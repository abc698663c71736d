import type { PairMeasure } from './evaluation.ts'
import type { PairModel } from './model.ts'
import { requiredIn } from './pair-requirements.ts'
import { createColumns, fillRows, type UnderlayOf } from './pair-rows.ts'
import { combinationsOf } from './pair-states.ts'
import { type ResolvedSystem, type ResolvedToken, STATE_COUNT } from './resolved.ts'
import { toUnderlay, type Underlay } from './stack-ratio.ts'
import { kindOf } from './uses.ts'

/** A resolved model has every token that its pairs name. */
function tokenOf(resolved: ResolvedSystem, id: string): ResolvedToken {
  return resolved.tokens.get(id)!
}

/** Reads what lies under pairs; a ground that nothing else covers is read once a theme. */
function createUnderlays(resolved: ResolvedSystem): (pair: PairModel, theme: number) => Underlay {
  const grounds: (Underlay | undefined)[] = []
  const unknown = toUnderlay([], true)
  const read = (backdrop: readonly string[], theme: number) => {
    const ids = [resolved.model.themes[theme]!.ground, ...backdrop]
    const cells = ids.map((id) => tokenOf(resolved, id).cells[theme * STATE_COUNT]!)
    return toUnderlay(
      cells.map((cell) => cell.color.rendered),
      false,
    )
  }
  return ({ backdrop }, theme) => {
    if (backdrop === 'unknown') return unknown
    if (backdrop.length > 0) return read(backdrop, theme)
    grounds[theme] ??= read(backdrop, theme)
    return grounds[theme]
  }
}

/** Measures pairs of a system, each in all of its themes and fg/bg states. */
export function createPairMeasuring(resolved: ResolvedSystem): (pair: PairModel) => PairMeasure {
  const { settings, themes: all } = resolved.model
  const positions = [...all.keys()]
  const underlayIn = createUnderlays(resolved)
  return (pair) => {
    const foreground = tokenOf(resolved, pair.foreground)
    const background = tokenOf(resolved, pair.background)
    const named = pair.themes
    const themes = named ? positions.filter((at) => named.includes(all[at]!.id)) : positions
    const combinations = combinationsOf(pair, {
      foreground: foreground.states,
      background: background.states,
    })
    const required = themes.map((theme) => requiredIn(resolved, pair, theme))
    const underlayOf: UnderlayOf = (theme) => underlayIn(pair, theme)
    const columns = createColumns(themes.length * combinations.length, settings)
    const measure = { pair, kind: kindOf(pair.use), themes, combinations, required, ...columns }
    fillRows(measure, { settings, foreground, background, underlayOf })
    return measure
  }
}

/** Measures a pair in each of its themes and fg/bg states. */
export function measurePair(resolved: ResolvedSystem, pair: PairModel): PairMeasure {
  return createPairMeasuring(resolved)(pair)
}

Problem statement =>
All entries must be repeated verbatim.

Expected output =>
repository abc698663c71736d
import type { PairMeasure } from './evaluation.ts'
import type { PairModel } from './model.ts'
import { requiredIn } from './pair-requirements.ts'
import { createColumns, fillRows, type UnderlayOf } from './pair-rows.ts'
import { combinationsOf } from './pair-states.ts'
import { type ResolvedSystem, type ResolvedToken, STATE_COUNT } from './resolved.ts'
import { toUnderlay, type Underlay } from './stack-ratio.ts'
import { kindOf } from './uses.ts'

/** A resolved model has every token that its pairs name. */
function tokenOf(resolved: ResolvedSystem, id: string): ResolvedToken {
  return resolved.tokens.get(id)!
}

/** Reads what lies under pairs; a ground that nothing else covers is read once a theme. */
function createUnderlays(resolved: ResolvedSystem): (pair: PairModel, theme: number) => Underlay {
  const grounds: (Underlay | undefined)[] = []
  const unknown = toUnderlay([], true)
  const read = (backdrop: readonly string[], theme: number) => {
    const ids = [resolved.model.themes[theme]!.ground, ...backdrop]
    const cells = ids.map((id) => tokenOf(resolved, id).cells[theme * STATE_COUNT]!)
    return toUnderlay(
      cells.map((cell) => cell.color.rendered),
      false,
    )
  }
  return ({ backdrop }, theme) => {
    if (backdrop === 'unknown') return unknown
    if (backdrop.length > 0) return read(backdrop, theme)
    grounds[theme] ??= read(backdrop, theme)
    return grounds[theme]
  }
}

/** Measures pairs of a system, each in all of its themes and fg/bg states. */
export function createPairMeasuring(resolved: ResolvedSystem): (pair: PairModel) => PairMeasure {
  const { settings, themes: all } = resolved.model
  const positions = [...all.keys()]
  const underlayIn = createUnderlays(resolved)
  return (pair) => {
    const foreground = tokenOf(resolved, pair.foreground)
    const background = tokenOf(resolved, pair.background)
    const named = pair.themes
    const themes = named ? positions.filter((at) => named.includes(all[at]!.id)) : positions
    const combinations = combinationsOf(pair, {
      foreground: foreground.states,
      background: background.states,
    })
    const required = themes.map((theme) => requiredIn(resolved, pair, theme))
    const underlayOf: UnderlayOf = (theme) => underlayIn(pair, theme)
    const columns = createColumns(themes.length * combinations.length, settings)
    const measure = { pair, kind: kindOf(pair.use), themes, combinations, required, ...columns }
    fillRows(measure, { settings, foreground, background, underlayOf })
    return measure
  }
}

/** Measures a pair in each of its themes and fg/bg states. */
export function measurePair(resolved: ResolvedSystem, pair: PairModel): PairMeasure {
  return createPairMeasuring(resolved)(pair)
}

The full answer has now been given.